What agencies and advisors should watch now

The first practical step for travel businesses is to follow guidance from the Maryland Department of Labor as the October 1 effective date approaches. Agencies that sell to Maryland residents should not assume the law applies only to businesses physically located in the state. At the same time, they should avoid overreacting before the state explains its registration process, definitions, insurance documentation and enforcement approach.

  • Effective date: The law is scheduled to take effect October 1, 2026.
  • Core requirement: Covered travel-service providers must register and file proof of professional liability and errors-and-omissions coverage of at least $1 million.
  • Potential fee: Industry reporting points to a $300 annual registration fee.
  • Open questions: ASTA is seeking clarity on independent contractors, agency employees, host-agency coverage, insurance structure and out-of-state enforcement.
  • Consumer angle: The law is designed to reduce risk from fraudulent travel sellers, especially for complex package travel.

Host agencies may need to review whether their Maryland-affiliated advisors are covered by existing registrations and insurance policies. Independent advisors may need to confirm whether their host’s coverage is sufficient. Tour operators and group-travel specialists should watch closely if they market faith-based, pilgrimage, student, senior or affinity travel to Maryland residents. Online sellers should also monitor whether the state treats digital sales to Maryland customers as covered activity.
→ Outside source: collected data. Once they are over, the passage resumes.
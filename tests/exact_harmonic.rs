//! A fill reproduces, up to floating-point rounding, every function that is exactly harmonic for
//! the 5-point stencil, whatever the shape of the hole.

use reweave::fill::Structure;
use reweave::mask::Mask;
use reweave::synth::{Rng, paint_disk, paint_line};

use crate::common::{STRUCTURES, fill_plane_with, max_diff_in_mask};

/// Holes of several shapes on a `w × h` image, all at least two pixels from the image edge.
fn shapes(w: usize, h: usize) -> Vec<(&'static str, Mask)> {
    let (wf, hf) = (w as f64, h as f64);
    let square = Mask::from_fn(w, h, |x, y| x * 5 >= w && x * 5 < 3 * w && y * 5 >= h && y * 5 < 4 * h);
    let mut disk = Mask::new(w, h);
    paint_disk(&mut disk, wf / 2.0, hf / 2.0, 0.3 * wf.min(hf));
    let l_shape =
        Mask::from_fn(w, h, |x, y| (2..w - 3).contains(&x) && (2..h - 3).contains(&y) && !(x * 2 >= w && y * 2 < h));
    let mut scratch = Mask::new(w, h);
    paint_line(&mut scratch, (3.0, 3.0), (wf - 4.0, hf - 4.0), 1.0);
    let mut blobs = Mask::new(w, h);
    let mut rng = Rng::new(7);
    for _ in 0..6 {
        let r = 1.0 + 0.1 * wf.min(hf) * rng.uniform();
        paint_disk(
            &mut blobs,
            r + 2.0 + (wf - 2.0 * r - 5.0) * rng.uniform(),
            r + 2.0 + (hf - 2.0 * r - 5.0) * rng.uniform(),
            r,
        );
    }
    let dropout = {
        let mut rng = Rng::new(11);
        Mask::from_fn(w, h, |x, y| x >= 2 && y >= 2 && x + 2 < w && y + 2 < h && rng.uniform() < 0.5)
    };
    vec![
        ("square", square),
        ("disk", disk),
        ("L", l_shape),
        ("scratch", scratch),
        ("blobs", blobs),
        ("dropout", dropout),
    ]
}

/// Fills `f` (in coordinates centred on the image) over every hole shape on a `w × h` image and
/// checks the error against the largest value: f32 output keeps about 7 digits.
fn check_reproduced_on(w: usize, h: usize, name: &str, f: impl Fn(f64, f64) -> f64 + Copy) {
    let (cx, cy) = ((w / 2) as f64, (h / 2) as f64);
    let g = move |x: f64, y: f64| f(x - cx, y - cy);
    let scale = (0..w * h).map(|i| g((i % w) as f64, (i / w) as f64).abs()).fold(0.0, f64::max);
    for (shape, mask) in shapes(w, h) {
        assert!(mask.count() > 0, "{shape} hole is empty");
        for structure in STRUCTURES {
            let (plane, report) = fill_plane_with(structure, w, h, &mask, g, 1e-12);
            let err = max_diff_in_mask(&mask, &plane, |i| g((i % w) as f64, (i / w) as f64));
            assert!(
                err <= 1e-6 * scale,
                "{name} in a {shape} hole ({structure:?}): max error {err:e} (scale {scale:e}, residual {:e})",
                report.channels[0].relative_residual
            );
        }
    }
}

fn check_reproduced(name: &str, f: impl Fn(f64, f64) -> f64 + Copy) {
    check_reproduced_on(48, 40, name, f);
}

#[test]
fn affine_data_is_reproduced() {
    // Affine functions satisfy every consistent difference scheme exactly (common practice).
    check_reproduced("2 + 0.5x - 0.25y", |x, y| 2.0 + 0.5 * x - 0.25 * y);
}

#[test]
fn real_part_of_z_squared_is_reproduced() {
    // Re z² = x² − y²: L5 u = (2) + (−2) = 0 exactly (textbook; ORACLES.md §3, exact rational check).
    check_reproduced("x^2 - y^2", |x, y| x * x - y * y);
}

#[test]
fn imaginary_part_of_z_squared_is_reproduced() {
    // Im z² / 2 = xy: every 5-point difference of xy cancels (textbook; ORACLES.md §3).
    check_reproduced("xy", |x, y| x * y);
}

#[test]
fn real_part_of_z_cubed_is_reproduced() {
    // Re z³ = x³ − 3xy² is exactly discrete-harmonic (ORACLES.md §3, exact rational arithmetic).
    check_reproduced("x^3 - 3xy^2", |x, y| x * x * x - 3.0 * x * y * y);
}

#[test]
fn exponential_cosine_is_reproduced() {
    // (2+√3)^x·cos(πy/2): the x-neighbours sum to a^x(a + 1/a) = 4a^x for a = 2+√3 and the
    // y-neighbours' cosines cancel, so the 5-point sum is 4u: e^{αx}cos(βy) is discrete-harmonic
    // when cosh α + cos β = 2 (ORACLES.md §3, exact check).
    // A 20-pixel-wide image keeps its range to (2+√3)^±10 ≈ 5e5, within f32's 7 digits.
    let a = 2.0 + 3f64.sqrt();
    check_reproduced_on(20, 18, "(2+sqrt3)^x cos(pi y/2)", move |x, y| {
        a.powf(x) * (std::f64::consts::FRAC_PI_2 * y).cos()
    });
}

/// The discrete harmonic fill of Re z⁴ = x⁴ − 6x²y² + y⁴ on [0,1]² with the square hole
/// (0.25, 0.75)², at grid spacing 1/(n−1); returns the max error against Re z⁴.
fn re_z4_error(n: usize, structure: Structure) -> f64 {
    let h = 1.0 / (n - 1) as f64;
    let u = move |x: f64, y: f64| {
        let (x, y) = (x * h, y * h);
        x.powi(4) - 6.0 * x * x * y * y + y.powi(4)
    };
    let inside = |i: usize| {
        let t = i as f64 * h;
        t > 0.25 + 1e-12 && t < 0.75 - 1e-12
    };
    let mask = Mask::from_fn(n, n, |x, y| inside(x) && inside(y));
    let (plane, _) = fill_plane_with(structure, n, n, &mask, u, 1e-12);
    max_diff_in_mask(&mask, &plane, |i| u((i % n) as f64, (i / n) as f64))
}

#[test]
fn re_z4_error_shrinks_fourfold_per_refinement() {
    // L5(Re z⁴) ≡ 4 on the integer grid, the truncation term (h²/12)(u_xxxx + u_yyyy) of the
    // 5-point Laplacian (LeVeque, Finite Difference Methods for ODEs and PDEs, SIAM 2007, §3.4),
    // so the fill is not exact and its error is O(h²): about 4× smaller per halving of h.
    for structure in STRUCTURES {
        let (e1, e2, e3) = (re_z4_error(33, structure), re_z4_error(65, structure), re_z4_error(129, structure));
        assert!(e1 > 1e-5, "Re z^4 is not discrete-harmonic, so the error must be visible: {e1:e}");
        for (coarse, fine) in [(e1, e2), (e2, e3)] {
            let ratio = coarse / fine;
            assert!((3.6..=4.4).contains(&ratio), "{structure:?}: error ratio {ratio} (errors {coarse:e} -> {fine:e})");
        }
    }
}
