def add_binning_error(row: dict, stats: BinnedStats, cand: Candidate, spec: ScanSpec) -> None:
    """Bound on how far the jump from bins can be from the row-level jump (scanner.binerror);
    flag ``binning`` where it exceeds a quarter of the SE (our rule)."""
    from .binerror import NEGLIGIBLE, binning_error
    h = row.get("bandwidth", np.nan)
    if stats.kind == "exact" or not np.isfinite(row.get("jump", np.nan)) or not np.isfinite(h):
        bound, why = (0.0 if stats.kind == "exact" else float("nan")), None
    else:
        bound, why = binning_error(stats, cand.treatment, cand.cutoff, row.get("bandwidth_left", h),
                                   row.get("bandwidth_right", h), spec.kernel, spec.degree,
                                   cand.right_closed)
    se = row.get("se", np.nan)
    row["binning_error"] = bound
    row["binning_error_se"] = bound / se if np.isfinite(se) and se > 0 else float("nan")
    row["binning_note"] = why
    if not (row["binning_error_se"] <= NEGLIGIBLE) and np.isfinite(row.get("jump", np.nan)) \
            and stats.kind != "exact" and not (np.isnan(bound) and why is None):
        row.setdefault("extra_flags", []).append("binning")


def _data_info(binned, spec: ScanSpec, deduped: int, blanked=None, cleaning=None) -> dict:
    blanked = blanked or {}
    dropped = []
    if deduped:
        dropped.append({"column": spec.unit, "treatment": None,
                        "reason": "repeat rows of a unit (keep = first)", "rows": deduped})
    for r in spec.running:
        col = r.column
        # Values a cleaning step set missing are counted under their own reason, not twice.
        own = []
        if blanked.get(col):
            own.append(("not the unit's first value (keep = first)", blanked[col]))
        if cleaning is not None and spec.keep != "first":
            hits = sum(cleaning.sentinel_hits.get(col, {}).values())
            if hits:
                own.append(("missing-value code outside the plausible range", hits))
            if cleaning.out_of_range.get(col):
                own.append(("value fits only another unit", cleaning.out_of_range[col]))
        plain = binned.missing[col] - sum(k for _, k in own)
        if plain:
            dropped.append({"column": col, "treatment": None, "reason": "running variable missing",
                            "rows": plain})
        for why, k in own:
            dropped.append({"column": col, "treatment": None, "reason": why, "rows": k})
        if binned.nonfinite[col]:
            dropped.append({"column": col, "treatment": None,
                            "reason": "running variable not finite", "rows": binned.nonfinite[col]})
        st = binned.stats[col]
        for t in (r.treatments or spec.treatments):
            miss = int(st.total - st.cnt[:, st.col(t)].sum())
            if miss:
                dropped.append({"column": col, "treatment": t, "reason": "treatment missing",
                                "rows": miss})
    return {"rows_read": binned.rows_read + deduped, "rows_used": binned.rows_read,
            "dropped": dropped,
            "bins": {r.column: {"kind": binned.stats[r.column].kind,
                                "width": binned.stats[r.column].width,
                                "n_bins": binned.stats[r.column].n_bins}
                     for r in spec.running}}
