def late_unit_findings(found: list[dict], spec, stats: dict, profiled: int,
                       rows_read: int | None = None) -> list[dict]:
    """Unit findings in the rows after the profile, from the bins of the whole table.

    The profile decides what the pass does about units, so a column whose unit changes after
    its first ``profiled`` rows (a laboratory that switched units mid-extract) would go
    unwarned.  The bins hold every row: checked again there, such a column gets its warning with
    ``late`` set — its rows were binned as read, not set missing.  The check is skipped only when
    the profile read the whole table (``rows_read`` ≤ ``profiled``): comparing a column's own
    values with ``profiled`` would skip a column with many missing values.
    """
    seen = {f["column"] for f in found if f["kind"] in ("mixed_units", "wrong_unit")}
    out = []
    for r in spec.running:
        c = r.column
        st = stats.get(c)
        if (c in seen or st is None or r.unit_column or not r.quantity
                or r.quantity not in PLAUSIBLE
                or (rows_read if rows_read is not None else st.total) <= profiled):
            continue
        p = st.pooled()
        ok = p.n > 0
        f = _unit_finding(c, r, p.x[ok], p.n[ok])
        if f:
            # In the long layout the profile's rows are shared among the running variables
            # (or are the stream's first rows), so no row count of this column can be named.
            f["late"] = profiled if spec.layout is None else None
            out.append(f)
    return out


# ---------------------------------------------------------------------- messages
def parse_warnings(cl, spec, value_map_sources: dict) -> list[dict]:
    """decimal_comma and value_map warnings from the counts of the pass."""
    out = []
    for c, k in (cl.reader.comma_cells if cl.reader else {}).items():
        if k and spec.decimal != ",":
            ex = cl.reader.example.get(c, "6,5")
            out.append(warning("decimal_comma", c,
                f"column '{c}': {k:,} cells hold numbers with a decimal comma (such as {ex!r}) "
                f"and were read as decimals ({ex.replace('.', '').replace(',', '.')}). If the file uses commas as decimal marks, say so "
                "with [data] decimal = \",\"; if they are thousands separators, set "
                "decimal = \".\" and cutscan will refuse the cells instead.", k))
    for c, k in cl.mapped.items():
        if not k:
            continue
        m = cl.value_maps[c]
        how = ", ".join(f"{key!r} → {val:g}" for key, val in m.items())
        src = value_map_sources.get(c, "data.value_map")
        fix = ("set [data.value_map] " + c + " = { ... } to read them otherwise"
               if src != "data.value_map" else "edit data.value_map to change it")
        out.append(warning("value_map", c,
            f"column '{c}': {k:,} cells were recoded by {src} ({how}); {fix}.", k))
    return out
What Maryland travelers should do before buying a package

For consumers, the new law is a reminder that the cheapest package is not always the safest one. Travelers should ask for the seller’s legal business name, insurance details, supplier list and written cancellation terms before paying. They should also confirm whether flights, hotels, ground transportation and local services are booked directly with recognizable suppliers or through intermediaries.

Maryland travelers planning airport-based trips can also reduce stress by checking schedules and ground logistics early, especially for group departures from Baltimore/Washington International Thurgood Marshall Airport. For live operational planning, Odyssey also provides a BWI flight board and information on BWI airport transfers and taxis.

The bottom line

Maryland’s new travel seller registration law is a consumer-protection response to a tragic pilgrimage case, but it is also a new compliance signal for the U.S. travel trade. If the state issues clear guidance, the law could help travelers identify insured, registered sellers without placing unreasonable burdens on legitimate agencies. If the rules remain vague, agencies and advisors may face a difficult fall compliance season as they try to determine who must register and how far Maryland’s reach extends.

For now, the most important date is October 1. Between now and then, the travel industry will be watching Maryland regulators for definitions, forms, exemptions and enforcement guidance that determine whether the law becomes a focused consumer-protection tool or a broader regulatory challenge for sellers across the country.